Commons : Billie Dove  - Collection of Images

Individual evidence

  1. Billie Dove | Close-ups and long-shots. Accessed March 9, 2018 .
  2. Billie Dove - Hollywood Star Walk - Los Angeles Times. Accessed March 9, 2018 .
  3. Billie Dove | Biography, Movie Highlights and Photos | AllMovie. Retrieved March 9, 2018 .
  4. Billie Dove - Hollywood Star Walk - Los Angeles Times. Accessed March 9, 2018 .
  5. Billie Dove | Biography, Movie Highlights and Photos | AllMovie. Retrieved March 9, 2018 .
  6. Billie Dove - Hollywood Star Walk - Los Angeles Times. Accessed March 9, 2018 .
  7. Billie Dove | Biography, Movie Highlights and Photos | AllMovie. Retrieved March 9, 2018 .
  8. BILLIE DOVE DIES AT 97 . In: Washington Post . January 4, 1998, ISSN  0190-8286 ( washingtonpost.com [accessed March 9, 2018]).
  9. Miss Billie Dove.

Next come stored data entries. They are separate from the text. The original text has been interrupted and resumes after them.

static void
bench_clear (Bench *bench)
{
  tf_followed_close (bench->followed);
  g_clear_object (&bench->followed);
  tf_session_close (bench->session);
  g_clear_object (&bench->session);
  g_free (bench->path);
}

static gboolean
is_settled (gpointer data)
{
  Bench *bench = data;
  const TfPassageContent *content = tf_followed_get_content (bench->followed);
  return has_content (data) && tf_session_get_progress (bench->session, NULL) == NULL
         && tf_session_get_pending (bench->session) == 0 && content->series->n_other_floor == 0;
}

static const TfLookSpec *
spec_of (Bench *bench, guint look)
{
  g_autoptr (TfLookItem) item
      = g_list_model_get_item (tf_followed_get_looks (bench->followed), look);
  return item != NULL ? tf_look_item_get_spec (item) : NULL;
}

static void
passage_is_there (void)
{
  Bench bench = bench_new ("follow-there.ledger");
  test_desk_wait ("every frame in and measured with one floor", is_settled, &bench);
  const TfPassageContent *content = tf_followed_get_content (bench.followed);
  double day = 86400;
  g_assert_cmpuint (content->points->len, ==, content->rows->len);
  for (guint k = 1; k < content->points->len; k++)
    {
      const TfSeriesMoment *p = &g_array_index (content->points, TfSeriesMoment, k);
      tf_check_near ("step", p->time.s - (p - 1)->time.s, day, 60); /* the scenario's cadence */
      g_assert_cmpfloat (p->positive_mx, >, 0);
      g_assert_cmpfloat (p->separation_mm, >, 0);
    }
  /* co-rotating: the poles hardly move on the looks while the region crosses 40 deg of the disk */
  const TfLookSpec *first = NULL;
  for (guint k = 0; spec_of (&bench, k) != NULL; k++)
    {
      const TfLookSpec *spec = spec_of (&bench, k);
      if (spec->kind != TF_LOOK_SIGHTING || !spec->poles)
        continue;
      if (first == NULL)
        first = spec;
      tf_check_near ("x of the positive pole", spec->positive[0], first->positive[0], 0.12);
      tf_check_near ("y of the positive pole", spec->positive[1], first->positive[1], 0.12);
    }
  g_assert_nonnull (first);
  bench_clear (&bench);
}

static gboolean
has_pictures (gpointer data)
{
  Bench *bench = data;
  guint n = g_list_model_get_n_items (tf_followed_get_looks (bench->followed));
  for (guint k = 0; k < n; k++)
    {
      g_autoptr (TfLookItem) item
          = g_list_model_get_item (tf_followed_get_looks (bench->followed), k);
      if (tf_look_item_is_waiting (item))
        return FALSE;
    }
  return n > 0;
}

static void
looks_fill_in_and_step (void)
{
  Bench bench = bench_new ("follow-looks.ledger");
  test_desk_wait ("every frame in", is_settled, &bench);
  test_desk_wait ("all pictures", has_pictures, &bench);
  guint n = g_list_model_get_n_items (tf_followed_get_looks (bench.followed));
  for (guint k = 0; k < n; k++)
    {
      g_autoptr (TfLookItem) item
          = g_list_model_get_item (tf_followed_get_looks (bench.followed), k);
      const TfStripLook *look = tf_look_item_get_look (item);
      if (tf_look_item_get_spec (item)->kind != TF_LOOK_GAP)
        g_assert_nonnull (look->picture);
    }
  tf_followed_set_now (bench.followed, 0);
  tf_followed_step (bench.followed, -1, FALSE);
  g_assert_cmpint (tf_followed_get_now (bench.followed), ==, 0);
  tf_followed_step (bench.followed, -1, TRUE); /* round to the end */
  g_assert_cmpint (tf_followed_get_now (bench.followed), ==, (int)n - 1);
  const TfLookSpec *first = spec_of (&bench, 0), *second = spec_of (&bench, 1);
  tf_followed_brush (bench.followed, second->time, first->time); /* either way round */
  tf_followed_set_now (bench.followed, 1);
  tf_followed_step (bench.followed, 1, TRUE); /* within the stretch */
  g_assert_cmpint (tf_followed_get_now (bench.followed), ==, 0);
  bench_clear (&bench);
}

static gboolean
has_left (gpointer data)
{
  Bench *bench = data;
  const TfPassageContent *content = tf_followed_get_content (bench->followed);
  return content != NULL && content->series->n_other_floor == 0 && !tf_followed_is_busy (bench->followed) && content->rows->len == bench->n_left;
}

/* A cut is a deed: the passage ends there, the journal has the reason, undo brings it back. */
static void
cut_and_undo (void)
{
  Bench bench = bench_new ("follow-cut.ledger");
  test_desk_wait ("every frame in", is_settled, &bench);
  guint whole = tf_followed_get_content (bench.followed)->rows->len;
  bench.n_left = whole - 1;
  tf_followed_set_now_point (bench.followed, 0);
  g_assert_false (tf_followed_can_cut (bench.followed)); /* nothing before the first */
  tf_followed_set_now_point (bench.followed, 1);
  g_assert_true (tf_followed_can_cut (bench.followed));
  g_assert_true (tf_followed_cut (bench.followed, "two regions by their age"));
  test_desk_wait ("the passage begins at the cut", has_left, &bench);
  g_autoptr (TfLedger) ledger = tf_ledger_open (bench.path, NULL);
  g_autoptr (GPtrArray) journal = tf_ledger_journal (ledger, 1, NULL);
  const TfJournalEntry *entry = g_ptr_array_index (journal, 0);
  g_assert_cmpstr (entry->kind, ==, "cut");
  g_assert_cmpstr (entry->person, ==, "north desk");
  bench.n_left = whole;
  g_assert_true (tf_session_undo (bench.session));
  test_desk_wait ("the passage is whole again", has_left, &bench);
  bench_clear (&bench);
}

/* Said elsewhere: the reading sees it and nobody has told the bench. */
static void
view_stays_with_its_outline (void)
{
  Bench bench = bench_new ("follow-elsewhere.ledger");
  test_desk_wait ("every frame in", is_settled, &bench);
  const TfPassageContent *content = tf_followed_get_content (bench.followed);
  const TfRow *before = g_ptr_array_index (content->rows, 1), *after = g_ptr_array_index (content->rows, 2);
  TfSight last = { before->mark, before->is_hint }, first = { after->mark, after->is_hint };
  tf_followed_set_now_point (bench.followed, 2);
  g_autoptr (TfLedger) ledger = tf_ledger_open (bench.path, NULL);
  gint64 person = tf_ledger_person (ledger, "south desk", NULL);
  g_assert_true (tf_ledger_cut (ledger, last, first, person, "another one", NULL));
  bench.n_left = content->rows->len - 2;
  tf_followed_set_beside (bench.followed, content->passage->id);
  test_desk_wait ("the part that has the outline in view", has_left, &bench);
  g_assert_cmpint (tf_passage_content_find (tf_followed_get_content (bench.followed), first), ==, 0);
  g_autoptr (TfLookItem) look = g_list_model_get_item (tf_followed_get_looks (bench.followed),
                                                       (guint)tf_followed_get_now (bench.followed));
  g_assert_cmpint (tf_look_item_get_spec (look)->mark, ==, first.mark);
  bench_clear (&bench);
}

static void
taken_mark_follows_the_rule (void)
{
  Bench bench = bench_new ("follow-take.ledger");
  test_desk_wait ("every frame in", is_settled, &bench);
  const TfPassageContent *content = tf_followed_get_content (bench.followed);
  int flux = tf_followed_get_taken (bench.followed);
  g_assert_cmpint (flux, >=, 0);
  for (guint k = 0; k < content->rows->len; k++)
    {
      const TfMeasure *m = &((const TfRow *)g_ptr_array_index (content->rows, k))->measure,
                      *best = &((const TfRow *)g_ptr_array_index (content->rows, flux))->measure;
      if (m->mu >= 0.5)
        g_assert_cmpfloat (m->flux_unsigned_mx, <=, best->flux_unsigned_mx);
    }
  tf_followed_set_take (bench.followed, TF_TAKE_MERIDIAN);
  int near = tf_followed_get_taken (bench.followed);
  for (guint k = 0; k < content->rows->len; k++)
    g_assert_cmpfloat (
        fabs (((const TfRow *)g_ptr_array_index (content->rows, k))->measure.cmd_deg), >=,
        fabs (((const TfRow *)g_ptr_array_index (content->rows, near))->measure.cmd_deg) - 1e-9);
  tf_followed_set_take (bench.followed, TF_TAKE_MEAN);
  g_assert_cmpint (tf_followed_get_taken (bench.followed), ==, -1);
  bench_clear (&bench);
}

/* -- files ----------------------------------------------------------------------------------- */

typedef struct
{
  char *said;
  gint64 last, longest; /* us between two turns of the main loop */
} Watch;

static void
keep_said (TfSession *session, const char *text, Watch *watch)
{
  g_free (watch->said);
  watch->said = g_strdup (text);
}

static gboolean
turned (gpointer data)
{
  Watch *watch = data;
  gint64 now = g_get_monotonic_time ();
  if (watch->last != 0)
    watch->longest = MAX (watch->longest, now - watch->last);
  watch->last = now;
  return G_SOURCE_CONTINUE;
}

enum
{
  MOST_SECONDS = 60
};

static double
save (Bench *bench, Watch *watch, const char *what, const char *path)
{
  gint64 begun = g_get_monotonic_time ();
  *watch = (Watch){ 0 };
  gulong id = g_signal_connect (bench->session, "message", G_CALLBACK (keep_said), watch);
  guint timer = g_timeout_add (1, turned, watch);
  tf_follow_save (bench->followed, what, path);
  while (tf_save_as_is_busy (bench->session)
         && g_get_monotonic_time () - begun < MOST_SECONDS * G_USEC_PER_SEC)
    g_main_context_iteration (NULL, TRUE);
  g_assert_false (tf_save_as_is_busy (bench->session));
  g_source_remove (timer);
  g_signal_handler_disconnect (bench->session, id);
  return (double)(g_get_monotonic_time () - begun) / 1e6;
}

/* 600 dots an inch take seconds of a processor; the window turns meanwhile. */
static void
saving_leaves_the_window_live (void)
{
  Bench bench = bench_new ("follow-save.ledger");
  test_desk_wait ("every frame in", is_settled, &bench);
  test_desk_wait ("all pictures", has_pictures, &bench);
  static const char *const files[][3]
      = { { "figure", "strip.png", "\211PNG" }, { "figure", "strip.pdf", "%PDF" },
          { "figure", "strip.svg", "<?xml" },    { "series", "series.csv", "# " },
          { "series", "series.vot", "<?xml" } };
  for (guint k = 0; k < G_N_ELEMENTS (files); k++)
    {
      Watch watch;
      g_autofree char *path = test_desk_path (files[k][1]), *bytes = NULL;
      double taken = save (&bench, &watch, files[k][0], path);
      g_test_message ("%s: %.2f s, the main loop's longest turn %.3f s", files[k][1], taken,
                      (double)watch.longest / 1e6);
      g_assert_true (g_file_get_contents (path, &bytes, NULL, NULL));
      g_assert_true (g_str_has_prefix (bytes, files[k][2]));
      g_assert_true (g_str_has_prefix (watch.said, "Saved: "));
      /* Made in the main thread it would be one turn; the machine may be busy with other things. */
      g_assert_cmpfloat ((double)watch.longest / 1e6, <, fmax (taken / 4, 0.25));
      g_free (watch.said);
    }
  g_autofree char *table = NULL, *csv = test_desk_path ("series.csv");
  g_assert_true (g_file_get_contents (csv, &table, NULL, NULL));
  g_assert_nonnull (strstr (table, "emergence rate")); /* what was derived stands before the rows */
  bench_clear (&bench);
}

static gboolean
stop_at_once (gpointer session)
{
  tf_save_as_stop (session);
  return G_SOURCE_REMOVE;
}

static guint
count_files (const char *folder)
{
  guint n = 0;
  g_autoptr (GDir) dir = g_dir_open (folder, 0, NULL);
  while (dir != NULL && g_dir_read_name (dir) != NULL)
    n++;
  return n;
}

static void
film_is_numbered_encoded_or_refused (void)
{
  Bench bench = bench_new ("follow-film.ledger");
  Watch watch;
  test_desk_wait ("every frame in", is_settled, &bench);
  test_desk_wait ("all pictures", has_pictures, &bench);
  guint n = g_list_model_get_n_items (tf_followed_get_looks (bench.followed));
  g_autofree char *folder = test_desk_path ("film"), *first = g_strconcat (folder, "/0001.png", NULL),
                  *gif = test_desk_path ("film.gif"), *webm = test_desk_path ("film.webm"),
                  *stopped = test_desk_path ("stopped");
  save (&bench, &watch, "film", folder);
  g_free (watch.said);
  g_assert_cmpuint (count_files (folder), ==, n);
  g_assert_true (g_file_test (first, G_FILE_TEST_EXISTS));
  static const char *const heads[] = { "GIF8", "\032\105\337\243" }; /* EBML */
  for (guint k = 0; k < 2; k++)
    {
      const char *path = k == 0 ? gif : webm;
      g_autofree char *bytes = NULL;
      gboolean can = tf_follow_film_has_encoder (k == 0 ? ".gif" : ".webm");
      save (&bench, &watch, "film", path);
      g_test_message ("%s", watch.said);
      g_assert_true (g_file_get_contents (path, &bytes, NULL, NULL) == can);
      if (can)
        g_assert_true (g_str_has_prefix (bytes, heads[k]));
      else
        g_assert_nonnull (strstr (watch.said, "No encoder is installed"));
      g_free (watch.said);
    }
  g_idle_add_full (G_PRIORITY_HIGH, stop_at_once, bench.session, NULL);
  save (&bench, &watch, "film", stopped);
  g_assert_nonnull (strstr (watch.said, "cancelled"));
  g_assert_false (g_file_test (stopped, G_FILE_TEST_EXISTS)); /* nothing half made */
  g_free (watch.said);
  bench_clear (&bench);
}

static const char *
fact (GPtrArray *facts, const char *name)
{
  for (guint k = 0; k < facts->len; k++)
    if (strcmp (((const TfFact *)g_ptr_array_index (facts, k))->name, name) == 0)
      return ((const TfFact *)g_ptr_array_index (facts, k))->value;
  return NULL;
}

Retrieved March 9, 2018 .
  10. BILLIE DOVE DIES AT 97 . In: Washington Post . January 4, 1998, ISSN  0190-8286 ( washingtonpost.com [accessed March 9, 2018]).
  11. Excerpt from YouTube :: Night of 100 Stars features Silent Screen Actresses. October 5, 2008, accessed March 9, 2018 .
  12. BILLIE DOVE DIES AT 97 . In: Washington Post . January 4, 1998, ISSN  0190-8286 ( washingtonpost.com [accessed March 9, 2018]).
  13. Billie Holiday. Retrieved March 9, 2018 (American English).